Your task :: Each line below with the word "List" needs to be copied.

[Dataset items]
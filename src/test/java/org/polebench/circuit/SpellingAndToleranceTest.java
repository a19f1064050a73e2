package org.polebench.circuit;

import static org.junit.jupiter.api.Assertions.assertEquals;
import static org.junit.jupiter.api.Assertions.assertThrows;

import java.util.List;
import java.util.Optional;
import org.junit.jupiter.api.Test;

class SpellingAndToleranceTest {

    @Test
    void editDistanceCountsInsertionsDeletionsAndSubstitutions() {
        // kitten → sitting needs two substitutions and one insertion: 3 (the standard example of
        // Levenshtein distance, from memory); identical words are 0 apart
        assertEquals(3, Spelling.distance("kitten", "sitting"));
        assertEquals(0, Spelling.distance("beta", "beta"));
        assertEquals(1, Spelling.distance("tolerence", "tolerance"));
    }

    @Test
    void suggestsOnlyCloseWords() {
        assertEquals(Optional.of("tolerance"), Spelling.closest("tolerence", List.of("between", "tolerance")));
        assertEquals(Optional.empty(), Spelling.closest("foo", List.of("between", "tolerance")));
    }

    @Test
    void toleranceBandInLnValue() {
        // ln(1 ± 0.1) by definition; symmetric in value is not symmetric in ln-value
        Tolerance tenPercent = Tolerance.symmetric(0.10);
        assertEquals(Math.log(0.9), tenPercent.lnLower(), 1e-15);
        assertEquals(Math.log(1.1), tenPercent.lnUpper(), 1e-15);
        assertEquals("±10%", tenPercent.describe());
        assertEquals("-20%/+80%", new Tolerance(-0.2, 0.8).describe());
        assertThrows(IllegalArgumentException.class, () -> new Tolerance(-1.0, 0.5));
        assertThrows(IllegalArgumentException.class, () -> new Tolerance(0.3, 0.1));
    }
}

Reply ::
import java.util.List;
        assertEquals(Optional.of("tolerance"), Spelling.closest("tolerence", List.of("between", "tolerance")));
        assertEquals(Optional.empty(), Spelling.closest("foo", List.of("between", "tolerance")));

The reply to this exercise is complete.